_What is being asked_:
Return every line from the one with "of integers of" through the one with "func mulSchoolbook(p, q", inclusive, exactly as it appears below.

(Task input Opens)

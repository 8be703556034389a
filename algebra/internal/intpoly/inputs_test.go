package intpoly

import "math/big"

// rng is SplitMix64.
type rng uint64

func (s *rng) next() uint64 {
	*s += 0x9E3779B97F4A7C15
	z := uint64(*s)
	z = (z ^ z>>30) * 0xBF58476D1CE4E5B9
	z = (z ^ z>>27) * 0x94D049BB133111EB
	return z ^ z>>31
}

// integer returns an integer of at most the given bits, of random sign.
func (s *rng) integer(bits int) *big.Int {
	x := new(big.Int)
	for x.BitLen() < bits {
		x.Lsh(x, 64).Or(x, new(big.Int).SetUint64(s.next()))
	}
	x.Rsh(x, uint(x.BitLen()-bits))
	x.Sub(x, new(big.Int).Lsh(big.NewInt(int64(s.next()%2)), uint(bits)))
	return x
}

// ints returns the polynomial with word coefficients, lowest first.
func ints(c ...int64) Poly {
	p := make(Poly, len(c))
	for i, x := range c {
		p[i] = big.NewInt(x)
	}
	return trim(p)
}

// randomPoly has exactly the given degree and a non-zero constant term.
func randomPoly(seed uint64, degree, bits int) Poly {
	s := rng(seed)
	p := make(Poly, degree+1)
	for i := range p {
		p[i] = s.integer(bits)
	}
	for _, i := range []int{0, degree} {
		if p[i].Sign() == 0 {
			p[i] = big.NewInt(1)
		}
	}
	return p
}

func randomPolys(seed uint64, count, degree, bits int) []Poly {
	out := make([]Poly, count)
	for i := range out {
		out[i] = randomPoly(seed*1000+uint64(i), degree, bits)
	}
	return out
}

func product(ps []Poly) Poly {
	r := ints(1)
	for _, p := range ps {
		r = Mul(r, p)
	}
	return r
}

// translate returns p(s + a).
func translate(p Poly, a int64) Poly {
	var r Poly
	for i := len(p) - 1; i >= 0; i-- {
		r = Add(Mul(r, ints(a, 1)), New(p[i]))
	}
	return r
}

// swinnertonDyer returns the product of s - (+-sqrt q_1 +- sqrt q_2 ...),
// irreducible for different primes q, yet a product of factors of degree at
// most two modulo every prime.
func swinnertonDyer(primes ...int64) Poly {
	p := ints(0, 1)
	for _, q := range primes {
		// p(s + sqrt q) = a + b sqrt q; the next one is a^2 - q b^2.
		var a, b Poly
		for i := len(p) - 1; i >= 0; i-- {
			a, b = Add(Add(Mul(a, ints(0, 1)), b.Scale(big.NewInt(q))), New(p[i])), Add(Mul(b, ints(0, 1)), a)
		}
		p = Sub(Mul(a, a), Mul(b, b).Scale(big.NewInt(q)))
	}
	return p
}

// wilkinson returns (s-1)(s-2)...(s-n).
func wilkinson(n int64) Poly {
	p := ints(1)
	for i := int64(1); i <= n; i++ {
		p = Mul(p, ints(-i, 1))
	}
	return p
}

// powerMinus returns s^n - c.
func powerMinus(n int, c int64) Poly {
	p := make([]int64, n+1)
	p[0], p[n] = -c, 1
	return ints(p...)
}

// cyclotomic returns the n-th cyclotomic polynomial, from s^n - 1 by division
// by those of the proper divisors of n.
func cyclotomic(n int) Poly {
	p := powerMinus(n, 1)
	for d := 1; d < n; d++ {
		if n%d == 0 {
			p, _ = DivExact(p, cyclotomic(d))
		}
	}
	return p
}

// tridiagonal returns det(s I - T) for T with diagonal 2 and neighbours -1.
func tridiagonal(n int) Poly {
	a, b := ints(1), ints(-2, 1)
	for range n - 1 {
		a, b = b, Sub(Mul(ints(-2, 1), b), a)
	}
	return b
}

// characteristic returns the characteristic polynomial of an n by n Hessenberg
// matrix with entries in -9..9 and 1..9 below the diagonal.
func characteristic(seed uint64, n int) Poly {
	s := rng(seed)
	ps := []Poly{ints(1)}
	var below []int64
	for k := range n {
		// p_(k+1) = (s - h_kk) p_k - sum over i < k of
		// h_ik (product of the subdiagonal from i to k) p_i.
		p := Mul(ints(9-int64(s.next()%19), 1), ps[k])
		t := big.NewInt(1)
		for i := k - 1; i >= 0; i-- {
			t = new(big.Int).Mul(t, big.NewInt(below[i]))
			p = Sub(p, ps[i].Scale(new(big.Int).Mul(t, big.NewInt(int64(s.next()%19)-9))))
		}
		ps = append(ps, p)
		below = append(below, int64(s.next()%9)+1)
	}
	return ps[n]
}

(Task input Closes)
(Task input Opens)

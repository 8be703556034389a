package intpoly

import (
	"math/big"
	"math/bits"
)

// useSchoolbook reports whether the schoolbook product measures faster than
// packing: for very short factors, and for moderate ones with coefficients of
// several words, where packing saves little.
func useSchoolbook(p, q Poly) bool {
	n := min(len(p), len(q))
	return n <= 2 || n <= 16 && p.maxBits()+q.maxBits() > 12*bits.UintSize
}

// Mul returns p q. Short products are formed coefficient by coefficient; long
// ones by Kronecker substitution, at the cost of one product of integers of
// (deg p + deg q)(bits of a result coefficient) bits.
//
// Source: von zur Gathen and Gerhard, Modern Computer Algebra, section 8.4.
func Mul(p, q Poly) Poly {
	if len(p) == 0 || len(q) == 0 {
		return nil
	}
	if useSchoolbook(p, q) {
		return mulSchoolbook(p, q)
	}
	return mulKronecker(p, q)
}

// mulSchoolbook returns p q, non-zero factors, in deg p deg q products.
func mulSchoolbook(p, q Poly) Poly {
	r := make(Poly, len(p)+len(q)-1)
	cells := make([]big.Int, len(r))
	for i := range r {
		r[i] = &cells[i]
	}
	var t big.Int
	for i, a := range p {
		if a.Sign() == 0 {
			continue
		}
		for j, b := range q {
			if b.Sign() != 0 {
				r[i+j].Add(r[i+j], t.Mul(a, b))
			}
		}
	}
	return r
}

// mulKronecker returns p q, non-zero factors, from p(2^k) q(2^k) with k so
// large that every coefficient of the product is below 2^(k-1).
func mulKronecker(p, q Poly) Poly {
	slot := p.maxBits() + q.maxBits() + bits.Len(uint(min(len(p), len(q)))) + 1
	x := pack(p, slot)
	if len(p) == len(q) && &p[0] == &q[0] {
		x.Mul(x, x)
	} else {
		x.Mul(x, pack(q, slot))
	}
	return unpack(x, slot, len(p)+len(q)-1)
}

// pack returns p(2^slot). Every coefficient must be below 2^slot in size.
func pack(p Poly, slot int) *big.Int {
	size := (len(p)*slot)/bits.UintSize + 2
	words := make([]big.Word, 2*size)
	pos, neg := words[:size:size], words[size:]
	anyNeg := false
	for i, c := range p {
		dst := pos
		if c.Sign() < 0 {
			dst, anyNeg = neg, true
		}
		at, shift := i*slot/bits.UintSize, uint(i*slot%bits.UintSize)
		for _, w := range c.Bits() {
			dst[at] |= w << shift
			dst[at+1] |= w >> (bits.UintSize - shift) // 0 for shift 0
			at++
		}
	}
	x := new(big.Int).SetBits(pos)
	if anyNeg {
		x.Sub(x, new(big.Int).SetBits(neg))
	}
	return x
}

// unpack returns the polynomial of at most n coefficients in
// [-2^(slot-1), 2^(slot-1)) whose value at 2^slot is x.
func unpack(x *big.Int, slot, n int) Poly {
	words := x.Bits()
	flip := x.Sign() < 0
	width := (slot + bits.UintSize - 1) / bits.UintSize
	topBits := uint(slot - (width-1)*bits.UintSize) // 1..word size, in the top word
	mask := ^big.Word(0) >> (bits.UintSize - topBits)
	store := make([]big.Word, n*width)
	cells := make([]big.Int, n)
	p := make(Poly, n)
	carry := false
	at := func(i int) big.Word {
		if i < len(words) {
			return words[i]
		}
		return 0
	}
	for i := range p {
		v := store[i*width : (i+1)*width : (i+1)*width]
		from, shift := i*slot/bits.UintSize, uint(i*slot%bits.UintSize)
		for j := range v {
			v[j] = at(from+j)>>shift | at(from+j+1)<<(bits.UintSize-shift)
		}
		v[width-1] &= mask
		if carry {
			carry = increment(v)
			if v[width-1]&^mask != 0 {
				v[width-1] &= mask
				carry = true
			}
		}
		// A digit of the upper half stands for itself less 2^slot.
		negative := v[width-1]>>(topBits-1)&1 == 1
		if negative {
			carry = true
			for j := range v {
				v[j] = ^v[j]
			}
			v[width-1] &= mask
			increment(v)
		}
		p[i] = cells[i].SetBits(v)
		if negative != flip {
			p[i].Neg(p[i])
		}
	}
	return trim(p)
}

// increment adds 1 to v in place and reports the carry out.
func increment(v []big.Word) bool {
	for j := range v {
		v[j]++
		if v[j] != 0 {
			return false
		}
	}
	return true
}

(Task input Closes)

_Output_:
// ones by Kronecker substitution, at the cost of one product of integers of
// (deg p + deg q)(bits of a result coefficient) bits.
//
// Source: von zur Gathen and Gerhard, Modern Computer Algebra, section 8.4.
func Mul(p, q Poly) Poly {
	if len(p) == 0 || len(q) == 0 {
		return nil
	}
	if useSchoolbook(p, q) {
		return mulSchoolbook(p, q)
	}
	return mulKronecker(p, q)
}

// mulSchoolbook returns p q, non-zero factors, in deg p deg q products.
func mulSchoolbook(p, q Poly) Poly {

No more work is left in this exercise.